From ribs and onions to chips and corn, these barbecue-friendly foods can be unfriendly to dogs and cats.
Warmer weather is in full swing. We’ve got longer days, vacations coming up, and leisure on the horizon. And we’ve got barbecues! Because what’s late spring and summer without outdoor cooking and eating? But while grilling and eating outside brings on a wonderfully casual air to dining, it’s good to remember not to be casual about what food you’re leaving around for your pet to get into. Barbecue foods can provide your pet with a host of troubles.
1. Ribs and other bones
Of course you want to throw the dog a bone – seems natural to me. But as it turns out, according to PetMD, bones can be very dangerous for pets. “They might choke on them, or suffer a grave injury if the bone should splinter and become lodged in, or even puncture the digestive tract.” Yikes. But dogs will likely try and sneak a bone at all costs, so have a covered, dog-proof receptacle nearby to stow the bones once you’re done.
2. Chicken wings
The Association for Pet Obesity Prevention (APOP) warned pet owners against feeding their dogs or cats chicken on the bone due to the bones’ risk of splintering and causing intestinal obstruction or worse.
3. Hot dogs
Just like for humans, gorging on hot dogs is unhealthy for dogs … but not fatal in the short term. Dogs aren’t generally used to that amount of preservatives and salt; and franks can cause diarrhea and digestive problems (and obesity) for some pups. Also, if you feel compelled to feed your dog a dog, cut it up, advises PetMD, and feed it to them in bite-size pieces. Not sure if this is for portion control or to reduce the risk of choking, but sounds sage either way.
4. Corn on the cob
Not toxic because of it’s chemical composition, but for mechanical reasons: its shape alone can cause choking and obstruction.

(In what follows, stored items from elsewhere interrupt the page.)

// ChooseLimits chooses the alarm limit h of a risk-adjusted CUSUM for
// each odds ratio in rs so that its in-control average run length is
// opt.ARL. Each simulated run is a sequence of patients drawn with
// replacement from the model's own risks p (the extract's case mix, as
// CaseMix gives it), one 64-bit draw a patient (PCG), with
// outcomes drawn from those risks (the model calibrated, "in control");
// all charts are run on the same sequences. For every h on a grid of step
// 0.005 the first passage S_t ≥ h is recorded, the ARL(h) curve averaged
// over runs (exact integer sums, so the result is the same for any number
// of workers), and h is the smallest grid point, linearly interpolated,
// at which ARL(h) reaches the target. The Monte Carlo standard error of
// the ARL there is sd(run length)/√runs, and that of h the ARL's divided
// by the slope dARL/dh over ±0.1 around h (delta method).
func ChooseLimits(ctx context.Context, p []float64, rs []float64, opt LimitOptions) ([]Limit, error) {
	if len(p) == 0 {
		return nil, fmt.Errorf("monitor: no risks to simulate from")
	}
	for i, v := range p {
		if !(v > 0 && v < 1) {
			return nil, fmt.Errorf("monitor: risk %d (%v) is not strictly between 0 and 1", i+1, v)
		}
	}
	for _, r := range rs {
		if !(r > 0) || r == 1 || math.IsInf(r, 0) {
			return nil, fmt.Errorf("monitor: CUSUM odds ratio %v must be positive, finite and not 1", r)
		}
	}
	if opt.ARL == 0 {
		opt.ARL = DefaultARL
	}
	if !(opt.ARL >= 10) || math.IsInf(opt.ARL, 0) {
		return nil, fmt.Errorf("monitor: in-control ARL %v must be at least 10 patients", opt.ARL)
	}
	if opt.Runs == 0 {
		opt.Runs = 1000
	}
	if opt.MaxSteps == 0 {
		opt.MaxSteps = DefaultMaxSteps
	}
	if opt.Workers <= 0 {
		opt.Workers = runtime.GOMAXPROCS(0)
	}
	length := int64(math.Ceil(Horizon * opt.ARL))
	runs := opt.Runs
	if int64(runs)*length > opt.MaxSteps {
		runs = int(opt.MaxSteps / length)
	}
	if runs < 100 {
		return nil, fmt.Errorf("monitor: an in-control ARL of %g needs %d patient-steps for 100 runs, more than the bound of %d", opt.ARL, 100*length, opt.MaxSteps)
	}
	// The case mix: every risk, or for a large extract its MaxCaseMix
	// quantiles; each drawn patient's event threshold (p·2³²) and weights
	// for every chart side by side, so a draw touches one cache line.
	mix := CaseMix(p)
	k := len(rs)
	thr := make([]uint32, len(mix))
	ws := make([]float64, 2*k*len(mix))
	for i, v := range mix {
		thr[i] = uint32(math.Min(v*(1<<32), math.MaxUint32))
		for c, r := range rs {
			ws[2*k*i+2*c], ws[2*k*i+2*c+1] = Weights(v, r)
		}
	}
	ng := int(math.Round(gridMax / gridStep))
	type acc struct {
		sum, sum2 [][]int64
		// top counts the runs by the grid points their path passed.
		top [][]int
	}
	newAcc := func() acc {
		a := acc{sum: make([][]int64, k), sum2: make([][]int64, k), top: make([][]int, k)}
		for c := range k {
			a.sum[c], a.sum2[c], a.top[c] = make([]int64, ng), make([]int64, ng), make([]int, ng+1)
		}
		return a
	}
	nm := uint64(len(mix))
	var pts []walkPoint // the case mix as the two-chart walks read it
	if k == 2 {
		pts = walkPoints(thr, ws)
	}
	// simulate runs count runs, streams PCG(Seed, base + run), each until
	// the horizon or until every chart c has passed grid point stop[c].
	simulate := func(base uint64, count int, length int64, stop []int) (acc, error) {
		accs := make([]acc, opt.Workers)
		next := make(chan int)
		var wg sync.WaitGroup
		for w := range opt.Workers {
			accs[w] = newAcc()
			wg.Add(1)
			go func(a acc) {
				defer wg.Done()
				if k == 2 {
					// Both charts of an audit: two runs at once, on
					// locals (walker.walkAll).
					two := walker{pts: pts, seed: opt.Seed, base: base, length: length, stop: stop, ng: ng}
					two.walkAll(next, a.sum, a.sum2, a.top)
					return
				}
				s := make([]float64, k)
				reached := make([]int, k) // grid points passed so far
				for run := range next {
					rng := rand.NewPCG(opt.Seed, base+uint64(run))
					clear(s)
					clear(reached)
					for t := int64(1); t <= length; t++ {
						// One draw: the high 32 bits pick the patient
						// (multiply-shift), the low 32 the outcome.
						u := rng.Uint64()
						i := int(((u >> 32) * nm) >> 32)
						off := 2 * k * i
						if uint32(u) < thr[i] {
							off++
						}
						done := true
						for c := range k {
							v := s[c] + ws[off+2*c]
							if v < 0 { // S = max(0, ·), without math.Max's NaN checks
								v = 0
							}
							s[c] = v
							// grid point g (0-based) is h = (g+1)·step.
							if top := min(int(v*(1/gridStep)), ng); top > reached[c] {
								for g := reached[c]; g < top; g++ {
									a.sum[c][g] += t
									a.sum2[c][g] += t * t
								}
								reached[c] = top
							}
							done = done && reached[c] >= stop[c]
						}
						if done {
							break
						}
					}
					// The grid points not passed count the run at the
					// horizon: added for all runs at once from top
					// (tails).
					for c := range k {
						a.top[c][reached[c]]++
					}
				}
			}(accs[w])
		}
		var err error
	feed:
		for run := range count {
			select {
			case next <- run:
			case <-ctx.Done():
				err = ctx.Err()
				break feed
			}
		}
		close(next)
		wg.Wait()
		if err != nil {
			return acc{}, fmt.Errorf("monitor: choosing CUSUM limits: %w", err)
		}
		total := newAcc()
		for _, a := range accs {
			for c := range k {
				for g := range ng {
					total.sum[c][g] += a.sum[c][g]
					total.sum2[c][g] += a.sum2[c][g]
				}
				for g := range ng + 1 {
					total.top[c][g] += a.top[c][g]
				}
			}
		}
		tails(total.sum, total.sum2, total.top, length)
		return total, nil
	}
	// first is the first grid point at which the mean run length reaches
	// the target (ng: none).
	first := func(total acc, c int, m float64) int {
		g := 0
		for g < ng && float64(total.sum[c][g])/m < opt.ARL {
			g++
		}
		return g
	}
	// A pilot of 100 short runs places h roughly; the runs
	// proper then stop once every chart has passed its pilot h + 0.5
	// (about 100 Monte Carlo standard errors of the pilot's h above it),
	// which leaves the ARL curve exact up to there and saves most of the
	// work. Should the answer come within 0.1 of that stop, the runs are
	// made again to the horizon.
	full := make([]int, k)
	for c := range full {
		full[c] = ng
	}
	pilotRuns := min(100, runs)
	// The pilot's runs are cut at 3 × the ARL: enough to place h within a
	// few tenths, a third of the work of full runs.
	pilot, err := simulate(1<<62, pilotRuns, int64(math.Ceil(3*opt.ARL)), full)
	if err != nil {
		return nil, err
	}
	stop := make([]int, k)
	for c := range k {
		stop[c] = min(ng, first(pilot, c, float64(pilotRuns))+100)
	}
	total, err := simulate(0, runs, length, stop)
	if err != nil {
		return nil, err
	}
	m := float64(runs)
	for c := range k {
		if g := first(total, c, m); stop[c] < ng && g+20 >= stop[c] {
			if total, err = simulate(0, runs, length, full); err != nil {
				return nil, err
			}
			break
		}
	}
	out := make([]Limit, k)
	for c, r := range rs {
		arl := func(g int) float64 { return float64(total.sum[c][g]) / m }
		g := first(total, c, m)
		if g == ng {
			return nil, fmt.Errorf("monitor: the CUSUM for odds ratio %g does not reach an in-control ARL of %g below h = %g", r, opt.ARL, gridMax)
		}
		lim := Limit{R: r, TargetARL: opt.ARL, Runs: runs, Horizon: Horizon, Seed: opt.Seed}
		h := float64(g+1) * gridStep
		a := arl(g)
		if g > 0 {
			lo := arl(g - 1)
			h = float64(g)*gridStep + gridStep*(opt.ARL-lo)/(a-lo)
			a = opt.ARL
		}
		// The slope dARL/dh over ±0.1 around h: one grid step is too
		// short a base for a curve estimated with Monte Carlo noise.
		g0, g1 := max(0, g-20), min(ng-1, g+20)
		slope := (arl(g1) - arl(g0)) / (float64(g1-g0) * gridStep)
		// Monte Carlo error at the grid point reached.
		mean := float64(total.sum[c][g]) / m
		v := (float64(total.sum2[c][g])/m - mean*mean) * m / (m - 1)
		lim.H, lim.ARL = h, a
		lim.ARLSE = math.Sqrt(v / m)
		lim.HSE = lim.ARLSE / slope
		// Runs cut at the horizon: those that never passed the grid
		// point at or above h.
		for t := 0; t <= g; t++ {
			lim.Censored += total.top[c][t]
		}
		out[c] = lim
	}
	return out, nil
}

// tails adds to sum and sum2 the runs that had not passed a grid point
// by the horizon, each at the horizon: grid point g was not passed by the
// runs whose last grid point passed (top) is at or below g. The sums are
// exact integers, so they equal adding length to every run's unpassed
// points one by one.
func tails(sum, sum2 [][]int64, top [][]int, length int64) {
	for c := range sum {
		below := int64(0) // runs that passed at most g grid points
		for g := range sum[c] {
			below += int64(top[c][g])
			sum[c][g] += below * length
			sum2[c][g] += below * length * length
		}
	}
}

// runStats are integer sums over simulated runs.
type runStats struct {
	sum, sum2 int64
	cut       int // runs that did not signal by the horizon
	early     int // runs that signalled before the change
	n         int // runs counted in sum (signalled at or after the change)
}

// replay runs the CUSUM with weights w0, w1 on runs streams PCG(seed,
// run) of patients drawn from p; from patient change + 1 on, the odds of
// the event are multiplied by exp(shift). A run counts its first t with
// S_t ≥ h, or length when it has none; with change > 0, a run that
// signals at or before change counts as early and not in the sums, and
// the others count t − change.
func replay(ctx context.Context, p, w0, w1 []float64, h float64, length int64, runs int, seed uint64, workers int, change int64, shift float64) runStats {
	var mu sync.Mutex
	var tot runStats
	next := make(chan int)
	var wg sync.WaitGroup
	eShift := math.Exp(shift)
	for range workers {
		wg.Add(1)
		go func() {
			defer wg.Done()
			var st runStats
			for run := range next {
				rng := rand.New(rand.NewPCG(seed, uint64(run)))
				s, at := 0.0, int64(0)
				for t := int64(1); t <= length; t++ {
					i := rng.IntN(len(p))
					pi := p[i]
					if change > 0 && t > change {
						o := pi / (1 - pi) * eShift
						pi = o / (1 + o)
					}
					w := w0[i]
					if rng.Float64() < pi {
						w = w1[i]
					}
					if s = math.Max(0, s+w); s >= h {
						at = t
						break
					}
				}
				switch {
				case at == 0:
					st.cut++
					at = length
				case change > 0 && at <= change:
					st.early++
					continue
				}
				at -= change
				st.sum += at
				st.sum2 += at * at
				st.n++
			}
			mu.Lock()
			tot.sum, tot.sum2, tot.cut, tot.early, tot.n = tot.sum+st.sum, tot.sum2+st.sum2, tot.cut+st.cut, tot.early+st.early, tot.n+st.n
			mu.Unlock()
		}()
	}
	for run := range runs {
		if ctx.Err() != nil {
			break
		}
		next <- run
	}
	close(next)
	wg.Wait()
	return tot
}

Big plate of sliced onions awaiting burgers? Keep them away from the dogs. All close members of the onion family (shallots, onions, garlic, scallions, and the like) contain compounds that can harm your pooch’s red blood cells if sufficiently ingested, according to the ASPCA. They would have to consume a lot for it to be a problem, but no need to take the risk. Damage does not generally become apparent for three to five days after a dog ingests the items; symptoms may include: weakness; reluctance to move; easy fatigue; and darkly-colored urine. See a vet immediately.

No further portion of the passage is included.